In the entries below, find the line with "notes = messages" and print exactly every line from there up to and including the line with "file is not", with no other lines.
*** Block opens ***
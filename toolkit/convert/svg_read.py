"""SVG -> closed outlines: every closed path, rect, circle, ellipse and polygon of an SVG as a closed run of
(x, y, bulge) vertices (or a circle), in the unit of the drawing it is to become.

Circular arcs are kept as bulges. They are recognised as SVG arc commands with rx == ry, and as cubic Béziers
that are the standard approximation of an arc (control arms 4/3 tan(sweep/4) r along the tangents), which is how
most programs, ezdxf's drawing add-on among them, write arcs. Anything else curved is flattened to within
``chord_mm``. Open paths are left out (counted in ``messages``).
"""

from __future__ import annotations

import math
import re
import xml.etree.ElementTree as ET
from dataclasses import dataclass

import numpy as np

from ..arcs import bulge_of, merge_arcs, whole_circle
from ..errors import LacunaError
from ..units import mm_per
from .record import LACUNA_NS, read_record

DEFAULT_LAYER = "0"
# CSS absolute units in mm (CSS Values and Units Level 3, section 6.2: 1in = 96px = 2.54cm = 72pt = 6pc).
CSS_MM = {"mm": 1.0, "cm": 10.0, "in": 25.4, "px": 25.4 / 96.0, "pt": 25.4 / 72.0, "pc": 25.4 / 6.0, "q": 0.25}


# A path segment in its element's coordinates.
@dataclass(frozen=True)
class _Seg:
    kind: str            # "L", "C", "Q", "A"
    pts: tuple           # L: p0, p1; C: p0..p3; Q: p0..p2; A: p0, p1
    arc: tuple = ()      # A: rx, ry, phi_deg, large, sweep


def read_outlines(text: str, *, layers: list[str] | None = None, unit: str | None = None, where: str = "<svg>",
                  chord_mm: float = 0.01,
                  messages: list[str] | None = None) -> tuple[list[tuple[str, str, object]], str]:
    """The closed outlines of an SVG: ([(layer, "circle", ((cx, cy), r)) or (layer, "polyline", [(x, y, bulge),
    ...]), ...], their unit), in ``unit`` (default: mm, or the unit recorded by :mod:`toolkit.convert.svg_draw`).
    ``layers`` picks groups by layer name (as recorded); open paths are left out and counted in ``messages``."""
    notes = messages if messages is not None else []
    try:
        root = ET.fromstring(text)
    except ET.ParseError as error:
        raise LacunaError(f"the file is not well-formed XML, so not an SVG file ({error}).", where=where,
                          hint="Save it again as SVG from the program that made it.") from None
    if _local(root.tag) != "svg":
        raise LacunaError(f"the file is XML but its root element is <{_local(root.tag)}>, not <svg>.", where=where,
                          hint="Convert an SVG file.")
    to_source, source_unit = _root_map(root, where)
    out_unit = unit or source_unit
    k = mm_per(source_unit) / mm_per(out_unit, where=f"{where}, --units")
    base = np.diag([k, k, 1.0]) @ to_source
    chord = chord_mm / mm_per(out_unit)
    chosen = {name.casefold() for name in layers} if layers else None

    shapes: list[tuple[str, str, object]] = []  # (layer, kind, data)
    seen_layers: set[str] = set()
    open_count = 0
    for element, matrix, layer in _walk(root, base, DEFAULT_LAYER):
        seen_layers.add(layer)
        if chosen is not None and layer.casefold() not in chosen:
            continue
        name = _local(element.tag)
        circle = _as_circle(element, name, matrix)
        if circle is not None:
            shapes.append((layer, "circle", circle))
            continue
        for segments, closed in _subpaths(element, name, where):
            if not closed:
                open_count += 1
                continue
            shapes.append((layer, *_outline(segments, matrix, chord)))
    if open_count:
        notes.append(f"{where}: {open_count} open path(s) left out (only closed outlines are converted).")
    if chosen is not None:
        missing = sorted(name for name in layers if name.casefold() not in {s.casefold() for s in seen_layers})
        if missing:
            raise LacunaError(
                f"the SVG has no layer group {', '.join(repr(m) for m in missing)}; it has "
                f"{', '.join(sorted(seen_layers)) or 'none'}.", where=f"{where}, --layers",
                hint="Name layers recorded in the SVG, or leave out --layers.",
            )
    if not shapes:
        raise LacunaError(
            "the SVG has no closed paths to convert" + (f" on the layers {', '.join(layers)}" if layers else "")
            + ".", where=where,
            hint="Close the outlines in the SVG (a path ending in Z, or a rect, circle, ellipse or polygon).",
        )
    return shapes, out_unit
*** Block closes ***
→ **ANSWER**
    notes = messages if messages is not None else []
    try:
        root = ET.fromstring(text)
    except ET.ParseError as error:
        raise LacunaError(f"the file is not well-formed XML, so not an SVG file ({error}).", where=where,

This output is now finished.